At the annual Society of Toxicology conference in March, members of the PredTox consortium presented the first results of the project, which studied 14 proprietary compounds that the pharma participants had dropped from development after they failed conventional toxicology tests. The partners also analyzed two reference compounds: the hepatotoxic diabetes drug troglitazone and the nephrotoxic antibiotic gentamicin.
 
The consortium researchers treated rats with the compounds at various dosages and exposure times and then analyzed kidney, liver, blood, and urine samples using a wide range of techniques: microarray-based gene expression studies; proteomics analysis with 2D-PAGE, 2D-DIGE, and SELDI; and metabonomics with liquid chromatography and mass spectrometry.
 
They also used conventional toxicity methods such as histopathology, hematology, clinical chemistry, and urinalysis. All of this data was compiled in PredTox DB and analyzed with Genedata’s Expressionist suite of tools.
 
Koenig noted that the findings presented at the SOT meeting serve as proof that omics data can help inform toxicity testing.
 
For example, he said, in the troglitizone study, “across the molecular levels — transcriptomics, proteomics, and metabonomics — we’ve seen a confirmation of the findings of the mechanism of toxicity, and also a very nice match with the traditional methods, so that was very reassuring.”
 
On the other hand, with gentamicin, “depending on the compounds you’re looking at, depending on the pathology the compound is causing, the different molecular levels can give you complementary information,” he said. Nevertheless, he noted that finding is “encouraging” because “we never had any contradicting information or situations where you would say that one technology failed completely.”
 
He noted, however, that it is still too early to tell whether it might be possible to rely entirely on omics data to predict whether a compound will be toxic.
 
“My impression is that we are currently laying the foundation for true prediction methods,” he said, but stressed that the goal of PredTox was only to prepare the groundwork for building a database that might eventually support predictive tools.
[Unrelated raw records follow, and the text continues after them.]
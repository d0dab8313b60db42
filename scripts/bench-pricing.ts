// How well the cost model (src/core/pricing) tracks time: requests of very
// different shapes are priced, then computed on this thread by the same job
// functions the compute pool runs, and each prints its estimate, its time and
// the nanoseconds per estimated multiply-add. The last column is each kind's
// rate against the median of this run: near 1 everywhere means one cap in
// multiply-adds means the same time whatever the shape. Time is this
// process's CPU time (user + system), not the wall clock: on a shared machine
// the wall clock also counts other processes' turns, unevenly from case to
// case. Each case runs REPEATS times (default 3) and keeps its least time,
// the usual guard against a neighbour's burst and late compilation. The data
// are generated (a benchmark needs only shapes).
//   npx tsx scripts/bench-pricing.ts      (REPEATS=5 npx tsx ... for more runs per case)
import { availableParallelism } from 'node:os';
import { defaultConfig } from '../src/config.ts';
import { DEFAULT_ACTIVE_POLICY } from '../src/policy-file.ts';
import type { Term } from '../src/core/types.ts';
import { runSearch } from '../src/search/workers/index.ts';
import { runTask } from '../src/search/workers/run-task.ts';
import { priceCaps } from '../src/http/compute/caps.ts';
import { priceComparisonRequest, priceSearchRequest } from '../src/http/compute/price-request.ts';
import { comparisonJob } from '../src/http/jobs/comparison-job.ts';
import { searchPrepareJob, searchReportJob } from '../src/http/jobs/search-jobs.ts';
import { ComparisonRequest } from '../src/http/schemas/comparison-request.ts';
import { SearchRequest } from '../src/http/schemas/search-request.ts';
import { loadNls, nlsExpression } from '../test/reference/nist-nls/strd-nls.ts';

const policy = DEFAULT_ACTIVE_POLICY;
const REPEATS = Math.max(1, Number(process.env.REPEATS ?? 3));
// Caps high enough that nothing here is refused: this measures, it does not guard.
const caps = priceCaps(defaultConfig({ maxRequestWork: 1e15, maxRequestMemoryBytes: 1e15, maxResultBytes: 1e15, maxDesignColumns: 10_000 }));

let seed = 20260611;
const uniform = () => ((seed = (Math.imul(seed, 1103515245) + 12345) >>> 0) / 4294967296);
const numeric = (n: number) => Array.from({ length: n }, () => Math.round((uniform() * 100 - 50) * 1e6) / 1e6);
const response = (n: number, ...xs: number[][]) => Array.from({ length: n }, (_, i) => xs.reduce((s, x, j) => s + x[i] * (j % 3 === 0 ? 0.3 : -0.1), 0) + uniform());

/** CPU seconds (user + system) of this process since `from`. */
const cpuSeconds = (from: NodeJS.CpuUsage) => {
  const used = process.cpuUsage(from);
  return (used.user + used.system) / 1e6;
};

/** `refusal`: the issue code the case is built to end with (a fit run to its iteration cap is refused, its work done all the same). */
function comparisonCase(label: string, request: unknown, refusal?: string) {
  const body = ComparisonRequest.parse(request);
  const priced = priceComparisonRequest(body, policy, caps);
  if ('issues' in priced) throw new Error(`${label}: ${priced.issues[0].message}`);
  let seconds = Infinity;
  for (let r = 0; r < REPEATS; r++) {
    const t0 = process.cpuUsage();
    const out = comparisonJob({ kind: 'comparison', body, policy, resultCap: caps.resultBytes, schemaCheck: false });
    seconds = Math.min(seconds, cpuSeconds(t0));
    const ended = 'result' in out ? null : 'issues' in out ? out.issues[0]?.code : 'other';
    if (ended !== (refusal ?? null)) throw new Error(`${label}: ${JSON.stringify(out).slice(0, 300)}`);
  }
  return { label, work: priced.price.work, seconds };
}

async function searchCase(label: string, request: unknown) {
  const body = SearchRequest.parse(request);
  const priced = priceSearchRequest(body, caps, 1);
  if ('issues' in priced) throw new Error(`${label}: ${priced.issues[0].message}`);
  let seconds = Infinity;
  for (let r = 0; r < REPEATS; r++) seconds = Math.min(seconds, await searchOnce(label, body, priced));
  return { label, work: priced.price.work, seconds };
}

async function searchOnce(label: string, body: SearchRequest, priced: Extract<ReturnType<typeof priceSearchRequest>, { budget: unknown }>) {
  const t0 = process.cpuUsage();
  const prepared = searchPrepareJob({ kind: 'searchPrepare', body, policy, budget: priced.budget });
  if ('issues' in prepared) throw new Error(`${label}: ${prepared.issues[0].message}`);
  const settings = { criterion: prepared.prepared.choice.rankBy, top: body.top, rankDeficient: 'skip' } as const;
  const run = await runSearch(prepared.prepared.problem, settings, { run: async (task) => ({ value: runTask(task), worker: 0 }), parallelism: 1, budget: priced.budget });
  if (!run.ok) throw new Error(`${label}: ${run.issue.message}`);
  const report = searchReportJob({
    kind: 'searchReport', body, policy, prepared: prepared.prepared, outcome: run.outcome,
    run: { threads: 1, elapsedMs: 0, budget: run.budget, estimatedFlops: run.estimatedFlops }, resultCap: caps.resultBytes, schemaCheck: false,
  });
  if (!('result' in report)) throw new Error(`${label}: ${JSON.stringify(report).slice(0, 300)}`);
  return cpuSeconds(t0);
}

/** `count` numeric columns x0, x1, … of `rows` rows and a response y built from them. */
function table(rows: number, count: number) {
  const xs = Array.from({ length: count }, () => numeric(rows));
  const columns: Record<string, unknown[]> = Object.fromEntries(xs.map((x, j) => [`x${j}`, x]));
  columns.y = response(rows, ...xs);
  return { xs, columns };
}

const { xs, columns: bigColumns } = table(100_000, 30);

const levels = 300;
const rowsF = 3000;
const factor = Array.from({ length: rowsF }, (_, i) => `batch-${(i * 7919) % levels}`);
const xF = numeric(rowsF);

const { columns: smallColumns } = table(120, 10);
const smallTerms = (k: number): Term[] => Array.from({ length: k }, (_, j) => `x${j % 10}`).filter((v, i, a) => a.indexOf(v) === i);

const { xs: mx, columns: midColumns } = table(2000, 16);

// A summary of 160 columns (response last) from generated rows: C = Σ (x - x̄)(z - z̄).
const summaryColumns = 160;
const sRows = 400;
const srows = Array.from({ length: summaryColumns }, () => numeric(sRows));
const means = srows.map((c) => c.reduce((a, b) => a + b, 0) / sRows);
const cross = srows.map((a, i) => srows.map((b, j) => a.reduce((s, v, r) => s + (v - means[i]) * (b[r] - means[j]), 0)));
const summary = { rows: sRows, columns: srows.map((_, j) => (j === summaryColumns - 1 ? 'y' : `s${j}`)), means, centredCrossProducts: cross };

// Pass/fail and count responses on the same 100,000 × 30 design, for the generalised linear kind.
const linear = bigColumns.y as number[];
const passFail = linear.map((v) => (uniform() < 1 / (1 + Math.exp(-0.1 * v)) ? 1 : 0));
/** A Poisson draw by counting unit-rate arrivals (mean exp(0.5 + 0.02 v) stays small here). */
const poissonDraw = (mean: number) => {
  let k = 0;
  for (let s = -Math.log(1 - uniform()); s < mean; s -= Math.log(1 - uniform())) k++;
  return k;
};
const counts = linear.map((v) => poissonDraw(Math.exp(0.5 + 0.02 * v)));
const glmColumns = { ...bigColumns, passFail, counts };

// Life data. A lifetime fit is priced at its iteration cap (2 starts × 50
// Newton iterations) and these converge in about 5, so expect their column
// near 0.05×: the estimate is an upper bound, and per iteration used the
// rate matches the other kinds'. Weibull lives (shape 2) whose log-scale falls with x0 and x1,
// right-censored at a fixed test end, and every fifth unit read only at
// inspections (interval-censored between multiples of 2).
function lives(rows: number) {
  const x0 = numeric(rows);
  const x1 = numeric(rows);
  const time: number[] = [];
  const upper: (number | null)[] = [];
  const status: string[] = [];
  for (let i = 0; i < rows; i++) {
    const life = Math.exp(3 - 0.01 * x0[i] + 0.005 * x1[i]) * Math.pow(-Math.log(1 - uniform()), 0.5);
    if (life > 30) { time.push(30); upper.push(null); status.push('right'); } else if (i % 5 === 0) {
      const start = 2 * Math.floor(life / 2);
      time.push(start); upper.push(start + 2); status.push('interval');
    } else { time.push(life); upper.push(null); status.push('exact'); }
  }
  return { data: { columns: { time, upper, status, x0, x1 } }, response: 'time', censoring: { status: 'status', upper: 'upper' } };
}

// Nonlinear fits are priced at their iteration cap (1,000 per start): Bennett5 from
// NIST's first start takes 747 iterations, near the cap, so its rate is the
// one to hold near the others; a fit that stops early (10,000 rows, ~10
// iterations) runs far below its price by design.
const bennett5 = loadNls('bennett5');
const nlRows = 10_000;
const nlHours = Array.from({ length: nlRows }, (_, i) => (96 * i) / (nlRows - 1));
const nlMoisture = nlHours.map((h) => 6 + 36 * Math.exp(-0.045 * h) + uniform() - 0.5);
// Bennett5's curve (its certified estimates) on 10,000 rows over its x range,
// with a little noise: from NIST's first start it runs to the 1,000-iteration
// cap and is refused, the worst case the price is for, at a size where the
// per-row cost of an iteration, not its bookkeeping, dominates.
const b5x = Array.from({ length: nlRows }, (_, i) => 7.447 + ((11.85 - 7.447) * i) / (nlRows - 1));
const b5Long = { x: b5x, y: b5x.map((x) => -2523.5 * Math.pow(46.737 + x, -1 / 0.93218) + 0.002 * (uniform() - 0.5)) };

const bennett5Request = {
  data: { columns: bennett5.data }, response: 'y',
  candidates: [{ name: 'b5', expression: nlsExpression(bennett5), start: Object.fromEntries(bennett5.parameterNames.map((p, j) => [p, bennett5.startValues.start1[j]])) }],
};
// The expression interpreter's code is not shared with least squares: warm it up
// as the other kinds' paths are by the cases before them (one cold Bennett5 fit
// measured about four times a warm one).
for (let k = 0; k < 3; k++) comparisonCase('warm-up', bennett5Request);

const cases = [
  comparisonCase('comparison: logistic GLM, 100,000 rows × 31 columns', { data: { columns: glmColumns }, response: 'passFail', candidates: [{ name: 'all', terms: xs.map((_, j) => `x${j}`), family: 'binomial' }] }),
  comparisonCase('comparison: Poisson GLM, 100,000 rows × 31 columns', { data: { columns: glmColumns }, response: 'counts', candidates: [{ name: 'all', terms: xs.map((_, j) => `x${j}`), family: 'poisson' }] }),
  comparisonCase('lifetime: Weibull and lognormal AFT, 20,000 rows', { ...lives(20_000), candidates: [{ name: 'w', distribution: 'weibull', terms: ['x0', 'x1'] }, { name: 'l', distribution: 'lognormal', terms: ['x0', 'x1'] }] }),
  comparisonCase('lifetime: gamma AFT, 3,000 censored rows', { ...lives(3_000), candidates: [{ name: 'g', distribution: 'gamma', terms: ['x0', 'x1'] }] }),
  comparisonCase('comparison: 100,000 rows × 31 columns, 1 model', { data: { columns: bigColumns }, response: 'y', candidates: [{ name: 'all', terms: xs.map((_, j) => `x${j}`) }] }),
  comparisonCase('comparison: one factor of 300 levels, 3000 rows', { data: { columns: { y: response(rowsF, xF), x: xF, batch: factor } }, response: 'y', candidates: [{ name: 'batch', terms: ['x', 'batch'] }, { name: 'x', terms: ['x'] }] }),
  comparisonCase('comparison: 60 small models, 120 rows', { data: { columns: smallColumns }, response: 'y', candidates: Array.from({ length: 60 }, (_, i) => ({ name: `m${i}`, terms: smallTerms(1 + (i % 10)) })) }),
  comparisonCase('comparison: 5 models, 20,000 prediction rows', {
    data: { columns: midColumns }, response: 'y',
    candidates: Array.from({ length: 5 }, (_, i) => ({ name: `m${i}`, terms: Array.from({ length: 3 + 3 * i }, (_, j) => `x${j}`) })),
    options: { predict: { columns: Object.fromEntries(mx.map((_, j) => [`x${j}`, numeric(20_000)])) } },
  }),
  comparisonCase('comparison: from a 160-column summary, 10 models', { data: { summary }, response: 'y', candidates: Array.from({ length: 10 }, (_, i) => ({ name: `m${i}`, terms: Array.from({ length: 15 * (i + 1) }, (_, j) => `s${j}`) })) }),
  await searchCase('search: 16-term pool, 2000 rows, every subset', { data: { columns: midColumns }, response: 'y', pool: mx.map((_, j) => `x${j}`), top: 20 }),
  await searchCase('search: summary, 12-term pool + 140 always', { data: { summary }, response: 'y', pool: Array.from({ length: 12 }, (_, j) => `s${j}`), always: Array.from({ length: 140 }, (_, j) => `s${12 + j}`), top: 10, exhaustive: true }),
  comparisonCase('nonlinear: NIST Bennett5, 747 iterations', bennett5Request),
  comparisonCase('nonlinear: 10,000 rows, runs to its cap', { ...bennett5Request, data: { columns: b5Long } }, 'nonlinear_not_converged'),
  comparisonCase('nonlinear: 10,000 rows, stops early', {
    data: { columns: { hours: nlHours, moisture: nlMoisture } }, response: 'moisture',
    candidates: [{ name: 'eq', expression: 'eq + (m0 - eq)*exp(-k*hours)', start: { eq: 5, m0: 40, k: 0.03 } }],
  }),
];

const rates = cases.map((c) => (c.seconds * 1e9) / c.work);
const median = [...rates].sort((a, b) => a - b)[Math.floor(rates.length / 2)];
console.log(`cost model against CPU time, one thread (${availableParallelism()} cores; figures from a busy shared machine)`);
console.log(`${'request'.padEnd(52)} ${'estimate'.padStart(10)} ${'CPU s'.padStart(8)} ${'ns/unit'.padStart(8)} ${'vs median'.padStart(9)}`);
cases.forEach((c, i) => {
  console.log(`${c.label.padEnd(52)} ${c.work.toExponential(2).padStart(10)} ${c.seconds.toFixed(3).padStart(8)} ${rates[i].toFixed(2).padStart(8)} ${(rates[i] / median).toFixed(2).padStart(8)}x`);
});
console.log(`median ${median.toFixed(2)} ns per estimated multiply-add: MAX_REQUEST_WORK=${defaultConfig().maxRequestWork.toExponential(1)} is about ${((defaultConfig().maxRequestWork * median) / 1e9).toFixed(1)} s of one core here`);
Asked to predict how large a database might have to be to eventually enable predictive toxicology, “I wouldn’t want to make a guess right now,” he said.
 
PredTox participant Kirstin Meyer, who is a researcher in the nonclinical drug safety group at Bayer Schering, agreed that the “correlation was very good” between the omics data and traditional toxicity endpoints. Beyond that, she said, the omics data provides insights that would not be possible via traditional tox methods, such as “hints for interesting genes, or endogenous metabolites, and of course this is information you cannot get from histology.”
 
Ultimately, she said, the type of data captured in PredTox might help identify toxicity biomarkers that are “more sensitive than the common markers” that are currently in use, but she stressed that “this was not the primary aim” of the project.
 
Like Koenig, Meyer said that despite the promising results from PredTox, “it’s a little bit early” to draw any conclusions about the predictive power of omics data alone. “I could imagine that it may be possible in some cases,” she said, “but in general I would like to really have the final picture.”
 
She said that so far PredTox has answered a number of technical and logistical questions about the feasibility of bringing together multiple types of omics data from more than a dozen pharmaceutical firms in a single database.
 
“That was a very important goal, to see whether it is possible to compare data, to use certain kinds of standardization to really compare [data from] different sites,” she said. “That was something I think we have already achieved and we can show that it’s possible.”